Try it -
Copy out the lines below that hold the word "restrictedMean".

Working data -
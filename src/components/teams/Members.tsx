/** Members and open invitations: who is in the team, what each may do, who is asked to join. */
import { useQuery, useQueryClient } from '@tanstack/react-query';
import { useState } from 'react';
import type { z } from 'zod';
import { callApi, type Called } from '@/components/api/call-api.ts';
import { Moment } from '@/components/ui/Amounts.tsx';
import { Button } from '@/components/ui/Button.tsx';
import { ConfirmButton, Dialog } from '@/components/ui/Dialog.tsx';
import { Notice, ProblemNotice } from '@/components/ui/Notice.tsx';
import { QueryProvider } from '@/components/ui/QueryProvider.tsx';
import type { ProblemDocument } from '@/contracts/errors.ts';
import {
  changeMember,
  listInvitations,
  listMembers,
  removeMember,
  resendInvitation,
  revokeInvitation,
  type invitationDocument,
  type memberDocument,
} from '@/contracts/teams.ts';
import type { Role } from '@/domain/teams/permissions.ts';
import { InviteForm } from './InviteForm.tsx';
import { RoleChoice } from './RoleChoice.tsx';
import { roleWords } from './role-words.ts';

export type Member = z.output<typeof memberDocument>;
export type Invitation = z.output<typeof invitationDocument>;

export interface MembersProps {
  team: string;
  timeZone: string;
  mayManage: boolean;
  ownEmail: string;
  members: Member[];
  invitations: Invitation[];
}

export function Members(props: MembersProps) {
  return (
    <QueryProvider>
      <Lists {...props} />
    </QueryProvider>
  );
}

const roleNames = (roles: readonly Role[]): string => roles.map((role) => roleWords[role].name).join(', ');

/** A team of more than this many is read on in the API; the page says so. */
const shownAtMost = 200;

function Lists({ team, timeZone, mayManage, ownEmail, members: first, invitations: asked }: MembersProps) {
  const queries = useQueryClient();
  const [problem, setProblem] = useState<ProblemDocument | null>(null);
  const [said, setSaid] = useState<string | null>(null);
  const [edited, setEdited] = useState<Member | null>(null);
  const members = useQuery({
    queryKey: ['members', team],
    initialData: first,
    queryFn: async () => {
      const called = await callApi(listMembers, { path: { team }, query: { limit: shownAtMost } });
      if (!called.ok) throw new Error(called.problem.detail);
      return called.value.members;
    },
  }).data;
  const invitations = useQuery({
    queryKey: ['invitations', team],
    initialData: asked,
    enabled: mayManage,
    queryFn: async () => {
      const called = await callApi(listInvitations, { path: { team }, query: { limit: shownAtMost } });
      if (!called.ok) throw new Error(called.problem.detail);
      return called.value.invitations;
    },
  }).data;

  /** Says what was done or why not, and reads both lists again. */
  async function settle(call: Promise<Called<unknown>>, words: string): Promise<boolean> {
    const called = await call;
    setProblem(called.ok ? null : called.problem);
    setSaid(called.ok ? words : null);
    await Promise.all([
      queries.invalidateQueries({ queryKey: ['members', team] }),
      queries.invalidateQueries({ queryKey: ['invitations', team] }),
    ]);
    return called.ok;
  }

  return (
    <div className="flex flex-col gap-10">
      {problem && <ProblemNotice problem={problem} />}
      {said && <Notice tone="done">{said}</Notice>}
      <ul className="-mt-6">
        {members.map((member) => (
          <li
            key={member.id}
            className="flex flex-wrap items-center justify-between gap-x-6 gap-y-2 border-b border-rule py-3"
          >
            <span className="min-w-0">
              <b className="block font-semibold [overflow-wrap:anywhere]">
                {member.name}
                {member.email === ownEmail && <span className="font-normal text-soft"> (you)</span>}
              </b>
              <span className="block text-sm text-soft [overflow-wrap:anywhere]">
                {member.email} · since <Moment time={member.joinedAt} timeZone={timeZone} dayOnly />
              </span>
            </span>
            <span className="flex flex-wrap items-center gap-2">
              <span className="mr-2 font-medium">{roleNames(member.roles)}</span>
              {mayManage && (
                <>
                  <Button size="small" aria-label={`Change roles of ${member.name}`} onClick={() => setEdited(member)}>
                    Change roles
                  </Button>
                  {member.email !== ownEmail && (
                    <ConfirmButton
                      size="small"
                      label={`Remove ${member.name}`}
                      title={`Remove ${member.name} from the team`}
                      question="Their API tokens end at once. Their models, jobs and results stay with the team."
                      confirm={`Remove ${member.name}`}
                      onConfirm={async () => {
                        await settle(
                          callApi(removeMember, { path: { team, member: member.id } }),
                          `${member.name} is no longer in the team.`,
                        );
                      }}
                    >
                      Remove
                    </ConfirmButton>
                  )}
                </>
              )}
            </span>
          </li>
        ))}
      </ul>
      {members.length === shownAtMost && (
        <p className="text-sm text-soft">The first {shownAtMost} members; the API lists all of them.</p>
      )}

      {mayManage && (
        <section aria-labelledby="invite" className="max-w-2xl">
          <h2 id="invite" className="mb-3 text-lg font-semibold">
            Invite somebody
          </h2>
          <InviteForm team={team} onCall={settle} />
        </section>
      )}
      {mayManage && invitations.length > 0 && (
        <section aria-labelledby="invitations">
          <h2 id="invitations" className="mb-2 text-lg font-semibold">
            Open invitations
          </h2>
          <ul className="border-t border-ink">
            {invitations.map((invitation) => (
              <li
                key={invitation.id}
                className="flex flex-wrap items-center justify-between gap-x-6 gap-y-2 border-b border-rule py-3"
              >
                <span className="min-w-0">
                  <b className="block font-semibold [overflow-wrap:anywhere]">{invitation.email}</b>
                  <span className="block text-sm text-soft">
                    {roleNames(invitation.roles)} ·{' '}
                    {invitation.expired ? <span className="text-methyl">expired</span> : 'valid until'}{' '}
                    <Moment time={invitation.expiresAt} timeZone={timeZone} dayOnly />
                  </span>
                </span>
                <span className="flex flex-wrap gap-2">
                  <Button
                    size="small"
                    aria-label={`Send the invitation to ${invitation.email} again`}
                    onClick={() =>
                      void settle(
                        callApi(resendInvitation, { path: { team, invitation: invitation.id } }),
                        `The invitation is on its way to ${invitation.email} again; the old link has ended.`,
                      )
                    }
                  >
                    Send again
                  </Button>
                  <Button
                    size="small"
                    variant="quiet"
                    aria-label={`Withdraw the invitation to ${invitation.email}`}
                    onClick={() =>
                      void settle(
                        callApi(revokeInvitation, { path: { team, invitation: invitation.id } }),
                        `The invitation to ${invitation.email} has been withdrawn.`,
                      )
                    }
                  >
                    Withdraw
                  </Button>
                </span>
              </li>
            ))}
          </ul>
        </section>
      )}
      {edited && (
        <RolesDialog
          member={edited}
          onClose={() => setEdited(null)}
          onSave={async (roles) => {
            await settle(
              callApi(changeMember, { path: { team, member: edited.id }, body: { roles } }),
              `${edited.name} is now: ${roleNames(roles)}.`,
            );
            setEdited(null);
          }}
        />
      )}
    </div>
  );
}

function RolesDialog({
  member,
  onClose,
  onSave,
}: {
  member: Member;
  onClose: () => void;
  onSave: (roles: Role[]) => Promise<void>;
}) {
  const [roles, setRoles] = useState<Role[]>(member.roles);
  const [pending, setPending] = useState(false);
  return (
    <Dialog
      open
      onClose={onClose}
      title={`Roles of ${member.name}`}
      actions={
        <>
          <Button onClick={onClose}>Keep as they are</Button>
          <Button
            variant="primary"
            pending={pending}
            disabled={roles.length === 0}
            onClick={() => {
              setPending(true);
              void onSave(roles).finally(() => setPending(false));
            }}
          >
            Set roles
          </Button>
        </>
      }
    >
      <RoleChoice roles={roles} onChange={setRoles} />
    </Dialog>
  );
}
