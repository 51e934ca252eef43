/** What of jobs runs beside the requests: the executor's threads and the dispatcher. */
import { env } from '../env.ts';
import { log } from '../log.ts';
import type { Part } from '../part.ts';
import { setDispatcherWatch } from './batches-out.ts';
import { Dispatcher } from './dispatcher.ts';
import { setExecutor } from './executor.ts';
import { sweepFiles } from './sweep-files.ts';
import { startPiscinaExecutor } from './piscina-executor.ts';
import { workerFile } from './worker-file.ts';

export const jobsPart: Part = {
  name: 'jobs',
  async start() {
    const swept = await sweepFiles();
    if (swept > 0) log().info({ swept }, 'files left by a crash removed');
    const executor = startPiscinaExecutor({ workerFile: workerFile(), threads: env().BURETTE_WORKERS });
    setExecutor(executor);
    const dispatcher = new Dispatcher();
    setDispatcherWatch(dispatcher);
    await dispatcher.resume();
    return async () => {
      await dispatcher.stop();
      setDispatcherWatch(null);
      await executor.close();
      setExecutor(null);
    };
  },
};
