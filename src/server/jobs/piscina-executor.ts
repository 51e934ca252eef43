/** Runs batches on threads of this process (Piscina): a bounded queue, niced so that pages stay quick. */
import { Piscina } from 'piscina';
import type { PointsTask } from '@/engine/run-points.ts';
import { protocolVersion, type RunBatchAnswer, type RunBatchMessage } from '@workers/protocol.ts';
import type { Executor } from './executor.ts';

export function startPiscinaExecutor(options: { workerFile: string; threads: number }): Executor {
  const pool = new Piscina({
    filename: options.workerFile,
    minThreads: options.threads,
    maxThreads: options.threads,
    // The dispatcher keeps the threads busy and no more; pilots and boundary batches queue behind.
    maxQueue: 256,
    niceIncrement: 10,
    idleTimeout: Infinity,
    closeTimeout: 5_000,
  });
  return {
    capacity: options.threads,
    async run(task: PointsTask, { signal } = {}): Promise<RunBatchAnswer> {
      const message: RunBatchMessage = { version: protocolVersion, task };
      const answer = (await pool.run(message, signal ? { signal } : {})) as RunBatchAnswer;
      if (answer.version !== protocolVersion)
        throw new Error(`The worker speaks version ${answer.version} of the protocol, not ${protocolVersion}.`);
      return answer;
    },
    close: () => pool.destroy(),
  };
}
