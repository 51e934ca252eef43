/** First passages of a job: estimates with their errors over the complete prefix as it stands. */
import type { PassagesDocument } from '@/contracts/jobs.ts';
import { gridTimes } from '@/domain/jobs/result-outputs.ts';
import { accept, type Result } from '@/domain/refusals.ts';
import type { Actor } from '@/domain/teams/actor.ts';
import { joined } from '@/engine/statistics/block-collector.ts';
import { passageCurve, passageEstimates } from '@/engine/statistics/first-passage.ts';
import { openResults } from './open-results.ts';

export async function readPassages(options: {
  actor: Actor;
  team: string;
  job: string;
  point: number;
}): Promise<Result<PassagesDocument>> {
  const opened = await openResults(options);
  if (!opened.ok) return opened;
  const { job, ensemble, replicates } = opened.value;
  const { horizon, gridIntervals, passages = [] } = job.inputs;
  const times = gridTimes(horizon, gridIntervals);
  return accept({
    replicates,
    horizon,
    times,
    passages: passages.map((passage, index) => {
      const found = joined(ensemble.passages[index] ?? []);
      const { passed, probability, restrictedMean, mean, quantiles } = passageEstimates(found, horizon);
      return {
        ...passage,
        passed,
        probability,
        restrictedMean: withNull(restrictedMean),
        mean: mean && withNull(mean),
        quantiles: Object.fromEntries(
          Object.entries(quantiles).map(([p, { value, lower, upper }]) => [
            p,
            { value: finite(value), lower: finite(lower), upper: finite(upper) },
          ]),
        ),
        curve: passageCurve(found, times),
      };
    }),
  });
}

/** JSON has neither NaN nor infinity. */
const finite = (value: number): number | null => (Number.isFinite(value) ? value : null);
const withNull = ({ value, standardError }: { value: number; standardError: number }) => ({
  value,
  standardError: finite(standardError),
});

Result -
      const { passed, probability, restrictedMean, mean, quantiles } = passageEstimates(found, horizon);
        restrictedMean: withNull(restrictedMean),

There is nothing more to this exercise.